Gromadką dzieci zajmowała się matka, która wszczepiała im cnoty patriotyczne i chrześcijańskie. Od dzieciństwa zmagała się z gruźlicą, która atakowała różne części organizmu Natalii. W 1913 r. rozpoczęła naukę w szkole Powszechnej w Kętach, a od 1915 r. uczęszczała do szkoły prowadzonej przez Klaryski w Krakowie przy kościele św. Andrzeja. W 1921 r. rodzina Tułasiewiczów przeniosła się do Poznania, gdzie Natalia uczęszczała do Gimanazjum Sióstr Urszulanek. Była wybitną zdolną uczennicą, stąd gdy rodzina wpadła w tarapaty finansowe, Urszulanki postanowiły zwolnić ją z opłat za szkołę. Podczas pobytu w gimnazjum urszulańskim związała się z ruchem sodalicyjnym. W 1926 r. rozpoczęła studia polonistyczne na Uniwersytecie im. Adama Mickiewicza w Poznaniu. Podczas pobytu sanatoryjnego w Rabce w latach 1928/1929 uczyła dzieci leczące się w zakładzie Sióstr Nazaretanek w Rabce. Aby odciążyć rodziców, zarabiała na własne utrzymanie udzielając korepetycji. W 1931 r. uzyskała tytuł magistra filologii polskiej. W latach 1933-1937 uczyła w Prywatnej Szkole Powszechnej im. św. Kazimierza w Poznaniu.
Po wkroczeniu okupantów niemieckich do Poznania była świadkiem zburzenia przez Niemców pomnika Chrystusa Króla w tym mieście, co opisała literacko w wierszu „Pielgrzym.” Dnia 10.11.1939 r. została wraz z rodzicami wysiedlona z Poznania i wyrzucona z Reichu do Generalnej Guberni. Tułasiewiczowie zatrzymali się w Ostrowcu Świętokrzyskim, skąd w lutym 1940 r. Natalia przeniosła się do Krakowa, gdzie poświęciła się tajnemu nauczaniu, prowadząc głębokie życie religijne i szukając swojej drogi życia. Pracowała również literacko nad „Psalmami wojny i pokoju” zainspirowana biblijnymi Psalmami Dawida, w których podkreślała nie chęć odwetu i zniszczenia wroga, ale miłosierdzie obok sprawiedliwości. Odpowiadając na apel Rządu Londyńskiego Natalia Tułasiewiczówna postanowiła dobrowolnie zgłosić się na wyjazd do Niemiec, by tam posługiwać apostolsko oraz konspiracyjnie wśród rodaków wywiezionych do niewolniczej pracy na rzecz III Rzeszy. Zadaniem takiego emisariusza było rozwijanie i koordynowanie ruchu oporu, prowadzenie pracy wywiadowczej, oddziaływanie na postawę moralną, obywatelską, patriotyczną i religijną rodaków. Przeszkolenie i przygotowanie wojskowe przeszła w Laskach pod Warszawą, gdzie koordynatorami tego zadania o kryptonimie „Kaplica” byli: Antoni Marylski i Zofia Morawska przy wsparciu założycielki Lasek Matki Elżbiety Róży Czackiej i błogosławieństwie księcia kardynała Adama Stefana Sapiehy z Krakowa.

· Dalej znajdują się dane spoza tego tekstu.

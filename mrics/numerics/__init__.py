"""Shared kernels: Fourier transform, threads, random streams."""

from mrics.numerics.fourier import (
    centred_fft,
    centred_ifft,
    circular_correlation,
    fft_planes,
    ifft_planes,
    recentre,
    uncentre,
)
from mrics.numerics.rng import stream, uniforms
from mrics.numerics.threads import (
    map_blocks,
    one_blas_thread,
    set_threads,
    stream_blocks,
    threads,
)

__all__ = [
    "centred_fft",
    "centred_ifft",
    "circular_correlation",
    "fft_planes",
    "ifft_planes",
    "map_blocks",
    "one_blas_thread",
    "recentre",
    "set_threads",
    "stream",
    "stream_blocks",
    "threads",
    "uncentre",
    "uniforms",
]
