"""Powers of two that keep squares and sums of very large or small values inside the type's range.

A power of two changes no digit, so what is computed on the scaled values and scaled back is the
same to the last bit. Values of a usual size are left alone.
"""

from __future__ import annotations

import math
from typing import Any

import numpy as np
from numpy.typing import NDArray

# Fourth powers, and sums of 10^9 squares, of what lies between stay inside single precision.
_LOW, _HIGH = 2.0**-30, 2.0**40


def largest_part(values: NDArray[Any]) -> float:
    """Largest real or imaginary part, as a magnitude; 0 for an empty array."""
    if values.size == 0:
        return 0.0
    parts = (values.real, values.imag) if np.iscomplexobj(values) else (values,)
    return max(max(float(part.max()), -float(part.min())) for part in parts)


def exponent_for(largest: float) -> int:
    """K such that ``largest * 2**k`` is of a usual size; 0 where it is already, or is 0."""
    if largest == 0 or _LOW <= largest <= _HIGH or not math.isfinite(largest):
        return 0
    return -math.frexp(largest)[1]


def times_power_of_two(values: NDArray[Any], exponent: int) -> NDArray[Any]:
    """``values * 2**exponent`` of the same type; the array itself where the exponent is 0."""
    if exponent == 0:
        return values
    if not np.iscomplexobj(values):
        return np.asarray(np.ldexp(values, exponent), dtype=values.dtype)
    out = np.empty_like(values)
    out.real = np.ldexp(values.real, exponent)
    out.imag = np.ldexp(values.imag, exponent)
    return out


def usual_size(values: NDArray[Any]) -> tuple[NDArray[Any], int]:
    """The values brought to a usual size, and the exponent of 2 that did it."""
    exponent = exponent_for(largest_part(values))
    return times_power_of_two(values, exponent), exponent
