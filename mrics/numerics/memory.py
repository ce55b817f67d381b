"""How much memory this process may still ask for."""

from __future__ import annotations

import os
from pathlib import Path

_CGROUP = Path("/sys/fs/cgroup")


def available_memory() -> int:
    """Bytes that can be allocated now: the system's figure, capped by limits of container and user.

    Where the system does not say (no ``/proc/meminfo``), half of the physical memory, and 4 GiB
    where that is unknown too.
    """
    system = _system_available()
    limit = _number(_CGROUP / "memory.max")
    if limit is not None:
        system = min(system, max(limit - (_number(_CGROUP / "memory.current") or 0), 0))
    return min(system, _address_space_left(system))


def _address_space_left(otherwise: int) -> int:
    """What ``ulimit -v`` leaves this process; ``otherwise`` where there is no such limit."""
    try:
        import resource

        limit = resource.getrlimit(resource.RLIMIT_AS)[0]
        if limit == resource.RLIM_INFINITY:
            return otherwise
        pages = int(Path("/proc/self/statm").read_text().split()[0])
        return max(limit - pages * os.sysconf("SC_PAGE_SIZE"), 0)
    except (ImportError, OSError, ValueError):
        return otherwise


def _system_available() -> int:
    try:
        for line in Path("/proc/meminfo").read_text().splitlines():
            if line.startswith("MemAvailable:"):
                return int(line.split()[1]) * 1024
    except OSError:
        pass
    try:
        return os.sysconf("SC_PHYS_PAGES") * os.sysconf("SC_PAGE_SIZE") // 2
    except (AttributeError, OSError, ValueError):
        return 4 * 1024**3


def _number(path: Path) -> int | None:
    try:
        return int(path.read_text())
    except (OSError, ValueError):
        return None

Dnia 18.08.1943 r. z punktu zbornego przy ul. Skaryszewskiej w Warszawie wyjechała do fabryki galanterii Gunter-Wagnera „Pelican” w Hanowerze. Po przyjeździe do Polek-robotnic przymusowych szybko zdobyła ich zaufanie i rozpoczęła pracę apostolsko-dydaktyczno-moralną. Nie zaniedbała też pracy literackiej, pisała teksty kolęd do znanych melodii,opracowywała tekst jasełek bożonarodzeniowych, wiersze okolicznościowe, powstał utwór „Hanowerski obiad galowy”, organizowała życie artystyczne, prowadząc jednocześnie pracę konspiracyjną, by przygotować swoje koleżanki-robotnice na powrót do Ojczyzny po zakończeniu wojny. W skutek denuncjacji i jednocześnie nieostrożnego zachowania się kuriera z organizacji „Zachód”, któremu Natalia Tułasiewiczówna przekazywała meldunki i odbierała zadania, dnia 29.04.1944 r. zostali oboje aresztowani. Po wstępnym śledztwie w Hanowerze Tułasiewiczówna została przekazana gestapo w Berlinie, gdzie przeszła okrutne śledztwo połączone z katowaniem.
Z więzienia w Kolonii z wyrokiem śmierci została dnia 26.09.1944 r. przewieziona i osadzona w KL Ravensbruck. W obozie zajmowała się nadal działalnością apostolską i oświatową prowadząc nabożeństwa i wygłaszając wykłady z literatury i historii dla młodych koleżanek-współwięźniarek, Owocem tego, co doświadczyła i czego była codziennie w lagrze świadkiem, stał się wiersz „Wieczny odpoczynek.” Skrajnie wygłodzona i wyczerpana stała się ofiarą selekcji dokonywanej przez załogę SS przed ewakuacją obozu. Ten moment według zeznań Marii Niedzielskiej Grabcowej wyglądał następująco: „ W tym czasie Niemcy przeprowadzali w blokach selekcję. Musiałyśmy wyjść z bloku (…) ustawić się piątkami i przedefilować przed nimi. Wzięłyśmy panią Natę pod ręce, aby ją jakoś przeprowadzić, ale niemiecki oprawca odepchnął nas, a w sukienkę Naty zaczepił żelazny pręt, wyciągnął ją z naszego szeregu. Chore, wyselekcjonowane więźniarki umieszczono za drutami: widziałyśmy tam panią Natę. Wieczorem całą tę grupę wywieziono w nieznanym kierunku.
Później dowiedziałyśmy się, że wszystkie te więźniarki zginęły w komorze gazowej.”
Było to ostatnie gazowanie dokonane w KL Ravensbruck. 30.03.1945 r.
Na ocalałej liście zakwalifikowanych do stracenia Natalia Tułasiewiczówna figuruje pod numerem 386.
Ojciec św. Jan Paweł II dnia 13.06.1999 r. w Warszawie w grupie 108 Męczenników lat II wojny światowej więźniarkę niemieckiego obozu koncentracyjnego dla kobiet KL Ravensbruck ogłosił BŁOGOSŁAWIONĄ Kościoła Katolickiego.